Task prompt: In the records that follow, find each line with "make" and pull it out.

Materials provided Block Start

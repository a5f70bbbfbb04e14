package bakeoff

import (
	"context"
	"encoding/json"
	"fmt"
)

// partsPerSlot is how many parts each place of a pool gets on average:
// small parts keep every engine busy to the end when series differ in
// cost, and let progress advance often.
const partsPerSlot = 4

// pooled is the outcome of the series shared among a pool.
type pooled struct {
	outcomes []seriesOutcome
	engines  int    // places of the pool that answered at least one part
	note     string // why a part ran here instead, the first time it did
}

// runPooled forecasts data in parts on p, forecasting here any part p
// could not run, and reports progress after each part.
func runPooled(ctx context.Context, data []Series, methods []namedMethod, o Options, p Pool) (pooled, error) {
	parts := min(len(data), p.Size()*partsPerSlot)
	slots := min(p.Size(), parts)
	out := pooled{outcomes: make([]seriesOutcome, len(data))}
	type finished struct {
		series int
		note   string
	}
	jobs := make(chan [2]int)
	done := make(chan finished)
	answered := make(chan bool, slots)
	for range slots {
		go func() {
			remote := false
			for r := range jobs {
				seg := data[r[0]:r[1]]
				oc, err := remotePart(ctx, p, seg, methods, o)
				note := ""
				if err != nil {
					note = err.Error()
					oc = make([]seriesOutcome, len(seg))
					for i, s := range seg {
						oc[i] = forecastSeries(s, methods, o)
					}
				} else {
					remote = true
				}
				copy(out.outcomes[r[0]:r[1]], oc)
				done <- finished{series: len(seg), note: note}
			}
			answered <- remote
		}()
	}
	go func() {
		defer close(jobs)
		for k := range parts {
			select {
			case jobs <- [2]int{k * len(data) / parts, (k + 1) * len(data) / parts}:
			case <-ctx.Done():
				return
			}
		}
	}()
	go func() {
		for range slots {
			if <-answered {
				out.engines++
			}
		}
		close(done)
	}()
	series := 0
	for f := range done {
		series += f.series
		if f.note != "" && out.note == "" {
			out.note = f.note
		}
		if o.Progress != nil {
			o.Progress(series, len(data))
		}
	}
	if err := ctx.Err(); err != nil {
		return pooled{}, fmt.Errorf("bake-off stopped after %d of %d series: %w", series, len(data), err)
	}
	return out, nil
}

// remotePart runs the series seg on p and reads the answer.
func remotePart(ctx context.Context, p Pool, seg []Series, methods []namedMethod, o Options) ([]seriesOutcome, error) {
	labels := make([]string, len(methods))
	for i, m := range methods {
		labels[i] = m.label
	}
	req, err := json.Marshal(partRequest{Season: o.Season, Methods: labels, Series: seg})
	if err != nil {
		return nil, err
	}
	answer, err := p.Do(ctx, req)
	if err != nil {
		return nil, err
	}
	return outcomesOf(answer, seg, len(methods))
}
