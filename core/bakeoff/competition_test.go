package bakeoff

import (
	"context"
	"os"
	"strings"
	"testing"

	"quillcast/core/internal/refdata"
)

// readShared reads a competition file from the shared check folder.
func readShared(tb testing.TB, rel string) []Series {
	tb.Helper()
	f, err := os.Open(refdata.Path(tb, rel))
	if err != nil {
		tb.Fatal(err)
	}
	defer f.Close()
	data, err := Read(f)
	if err != nil {
		tb.Fatal(err)
	}
	return data
}

// TestCompetitionOther runs the bake-off on the 174 "other" series of the
// M3 competition (competition/m3-other.csv, horizon 8, no season) and
// checks the automatic choice against the best published single method:
// theta, mean sMAPE 4.41 (competition/README.md, recomputed there from the
// submitted forecasts; Makridakis and Hibon 2000, International Journal of
// Forecasting 16(4), 451-476).
func TestCompetitionOther(t *testing.T) {
	t.Parallel()
	data := readShared(t, "competition/m3-other.csv")
	if len(data) != 174 {
		t.Fatalf("read %d series, want 174 (competition/README.md)", len(data))
	}
	res, err := Run(context.Background(), data, Options{Methods: []string{"naive2", "ses", "holt", "damped", "theta", "auto"}})
	if err != nil {
		t.Fatal(err)
	}
	var table strings.Builder
	if err := res.WriteTable(&table); err != nil {
		t.Fatal(err)
	}
	t.Logf("M3 other, 174 series, horizon 8:\n%s", table.String())
	for _, s := range res.Scores {
		if s.Method != "auto" {
			continue
		}
		// Published theta sMAPE 4.41 (competition/README.md).
		if !s.SMAPE.Defined || s.SMAPE.Value >= 4.41 || s.Series != 174 {
			t.Errorf("auto: sMAPE %v over %d series, want below 4.41 over 174 (theta, competition/README.md)", s.SMAPE, s.Series)
		}
	}
}

// BenchmarkBakeoffQuarterly runs every method and auto on the 756
// quarterly M3 series (competition/m3-quarterly.csv, season 4), end to end
// from the parsed file to the scores. It is skipped without the shared
// check folder.
func BenchmarkBakeoffQuarterly(b *testing.B) {
	if refdata.Root() == "" {
		b.Skip("the shared check folder is not beside the checkout")
	}
	data := readShared(b, "competition/m3-quarterly.csv")
	b.Run("series=756", func(b *testing.B) {
		b.ReportAllocs()
		for b.Loop() {
			if _, err := Run(context.Background(), data, Options{}); err != nil {
				b.Fatal(err)
			}
		}
	})
}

Materials provided Block End

Reply:
	out := pooled{outcomes: make([]seriesOutcome, len(data))}
	jobs := make(chan [2]int)
	done := make(chan finished)
	answered := make(chan bool, slots)
					oc = make([]seriesOutcome, len(seg))
	labels := make([]string, len(methods))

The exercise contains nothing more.